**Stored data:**

================

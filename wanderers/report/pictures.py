"""The pictures of a report: which are drawn, on all cores, and how they reach page and folder."""

from __future__ import annotations

import os
import re
import signal
import threading
import urllib.parse
from collections.abc import Callable, Iterator, Sequence
from concurrent.futures import ProcessPoolExecutor
from contextlib import contextmanager
from dataclasses import dataclass, field, replace
from functools import partial
from multiprocessing import connection, get_context, parent_process
from pathlib import Path
from typing import Any, Final

import polars as pl
from matplotlib.figure import Figure

from wanderers.ephemeris.bodies import Body
from wanderers.report import facts
from wanderers.report.charts import brightness, longitude, overview, path
from wanderers.report.charts.export import Format, save
from wanderers.report.contents import Contents, Progress

INLINE_BYTES: Final = 4_000_000
"""Pictures that stand in the page itself; what comes after stands in its file only."""
WORTH_WORKERS: Final = 6
"""Fewer pictures are drawn sooner than further processes have started."""
FONTS: Final = "'DejaVu Sans', Verdana, sans-serif"
"""The font that the drawings were measured with, and what comes near it where it is missing."""
SIZE: Final = re.compile(r'<svg[^>]* viewBox="0 0 ([\d.]+) ([\d.]+)"')


@dataclass(frozen=True, slots=True)
class Picture:
    """A picture; drawn once ``svg`` is there.

    Attributes:
        stem: file name without its ending.
        title: what it shows.
        alt: what it says, for those who do not see it.
        body: the planet it is about, None for all.
        season_id: the season it is about, if one.
        svg: the drawing, empty where it stands in its file only, so that the page stays light.
    """

    stem: str
    title: str
    alt: str
    body: Body | None = None
    season_id: str = ""
    svg: str = ""

    @property
    def size(self) -> tuple[int, int]:
        """Width and height of the drawing in its own dots, so that a page can keep room for it."""
        found = SIZE.search(self.svg)
        return (round(float(found[1])), round(float(found[2]))) if found else (0, 0)

    @property
    def source(self) -> str:
        """The drawing as an address that needs no file."""
        return "data:image/svg+xml," + urllib.parse.quote(self.svg, safe=" ;:=/,.()-_!*~$@?+")


@dataclass(frozen=True, slots=True)
class Job:
    """A picture to be drawn, by a function that can be handed to another process; svg among its formats."""

    picture: Picture
    draw: Callable[..., Figure]
    arguments: tuple[Any, ...]
    options: dict[str, Any] = field(default_factory=dict)
    formats: tuple[Format, ...] = ("png", "svg", "pdf")


def draw(
    contents: Contents,
    folder: Path,
    progress: Progress = lambda words: None,
    more: Sequence[Job] = (),
) -> tuple[Picture, ...]:
    """Draw every picture of a report, and ``more`` after them, into a folder, which is made."""
    folder.mkdir()
    wanted = [*jobs(contents), *more]
    drawn = []
    room = INLINE_BYTES
    with _mapping(len(wanted)) as mapped:
        for picture in mapped(partial(drawn_into, folder), wanted):
            room -= len(picture.source)
            drawn.append(picture if room >= 0 else replace(picture, svg=""))
            progress(f"drawing: {len(drawn)} of {len(wanted)} pictures")
    return tuple(drawn)


def jobs(contents: Contents) -> list[Job]:
    """Return what is to be drawn, the most important first."""
    if not contents.tracks:
        return []
    own = [job for body in contents.tracks for job in _planet_jobs(contents, body)]
    drawn = contents.seasons.filter(pl.col("season_id").is_in(list(contents.paths)))
    return [_overview_job(contents), *own, *(_path_job(contents, season) for season in drawn.iter_slices(1))]


def _overview_job(contents: Contents) -> Job:
    tracks = {body: contents.within_span(course) for body, course in contents.courses.items()}
    span = {"span_jd": (contents.request.jd_from, contents.request.jd_to)}
    alt = overview.overview_alt_text(tracks, contents.arcs, contents.events, **span)
    picture = Picture("overview", "Ecliptic longitude of all planets", alt)
    return Job(picture, overview.draw_overview, (tracks, overview.planet_conjunctions(contents.events)), span)


def _planet_jobs(contents: Contents, body: Body) -> list[Job]:
    course, arcs = contents.courses[body], contents.arcs.filter(pl.col("body") == body.value)
    options = {"span_jd": (contents.request.jd_from, contents.request.jd_to)}
    along = Picture(
        f"{body.value}_longitude",
        f"{body.label}: ecliptic longitude",
        longitude.longitude_alt_text(body, course, arcs, **options),
        body,
    )
    bright = Picture(
        f"{body.value}_distance_magnitude_diameter",
        f"{body.label}: distance, magnitude and diameter",
        brightness.brightness_alt_text(body, course, **options),
        body,
    )
    arguments = (body, course, arcs)
    return [
        Job(along, longitude.draw_longitude, arguments, options),
        Job(bright, brightness.draw_brightness, arguments, options),
    ]


def _path_job(contents: Contents, season: pl.DataFrame) -> Job:
    row = season.row(0, named=True)
    body, middle = Body(row["body"]), row["middle_utc"] or row["station_retrograde_utc"]
    picture = Picture(
        f"{body.value}_path_{facts.day(row['station_retrograde_utc'])}",
        f"{body.label}: path among the stars, {facts.spoken_month(middle)}",
        path.path_alt_text(season),
        body,
        row["season_id"],
    )
    return Job(picture, path.draw_path, (contents.paths[row["season_id"]], season))


def drawn_into(folder: Path, job: Job) -> Picture:
    """Draw one picture into its files, and return it with its drawing."""
    save(job.draw(*job.arguments, **job.options), job.picture.stem, folder, formats=job.formats)
    file = folder / f"{job.picture.stem}.svg"
    svg = lean(file.read_text(encoding="utf-8"))
    file.write_text(svg, encoding="utf-8")
    return replace(job.picture, svg=svg)


def lean(svg: str) -> str:
    """Return a drawing without what nobody sees: decimals beyond a hundredth of a dot, notes, blank lines.

    Only tags lose decimals: what stands between them is text that people read.
    """
    bare = re.sub(r"<\?xml.*?\?>|<!DOCTYPE.*?>|<!--.*?-->|<metadata>.*?</metadata>", "", svg, flags=re.DOTALL)
    shorter = re.sub(r"<[^>]+>", lambda tag: re.sub(r"(\d\.\d\d)\d+", r"\1", tag[0]), bare)
    return re.sub(r"\s*\n\s*", "\n", shorter).strip().replace("'DejaVu Sans'", FONTS) + "\n"


Mapping = Callable[[Callable[[Job], Picture], list[Job]], Iterator[Picture]]


@contextmanager
def _mapping(count: int) -> Iterator[Mapping]:
    """Give a ``map`` that works on all cores, or in this process where that is not worth it."""
    workers = min(_cores(), count)
    if workers < 2 or count < WORTH_WORKERS:
        yield map
        return
    # Started afresh: a copy of a process that runs threads, as polars does, may hang.
    pool = ProcessPoolExecutor(workers, get_context("spawn"), initializer=_be_a_worker)
    try:
        yield pool.map
    finally:
        pool.shutdown(cancel_futures=True)


def _cores() -> int:
    """Return how many cores this process may use."""
    return len(os.sched_getaffinity(0)) if hasattr(os, "sched_getaffinity") else os.cpu_count() or 1


def _be_a_worker() -> None:
    """Leave interrupts to the parent process, and end when it ends."""
    signal.signal(signal.SIGINT, signal.SIG_IGN)
    parent = parent_process()
    if parent is not None:
        threading.Thread(target=_end_with, args=(parent.sentinel,), daemon=True).start()


def _end_with(sentinel: int) -> None:
    connection.wait([sentinel])
    os._exit(1)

================

**Exercise description:**
For the data above, state how many lines contain "save"; the number is the whole answer.

**Solution to this task:**
2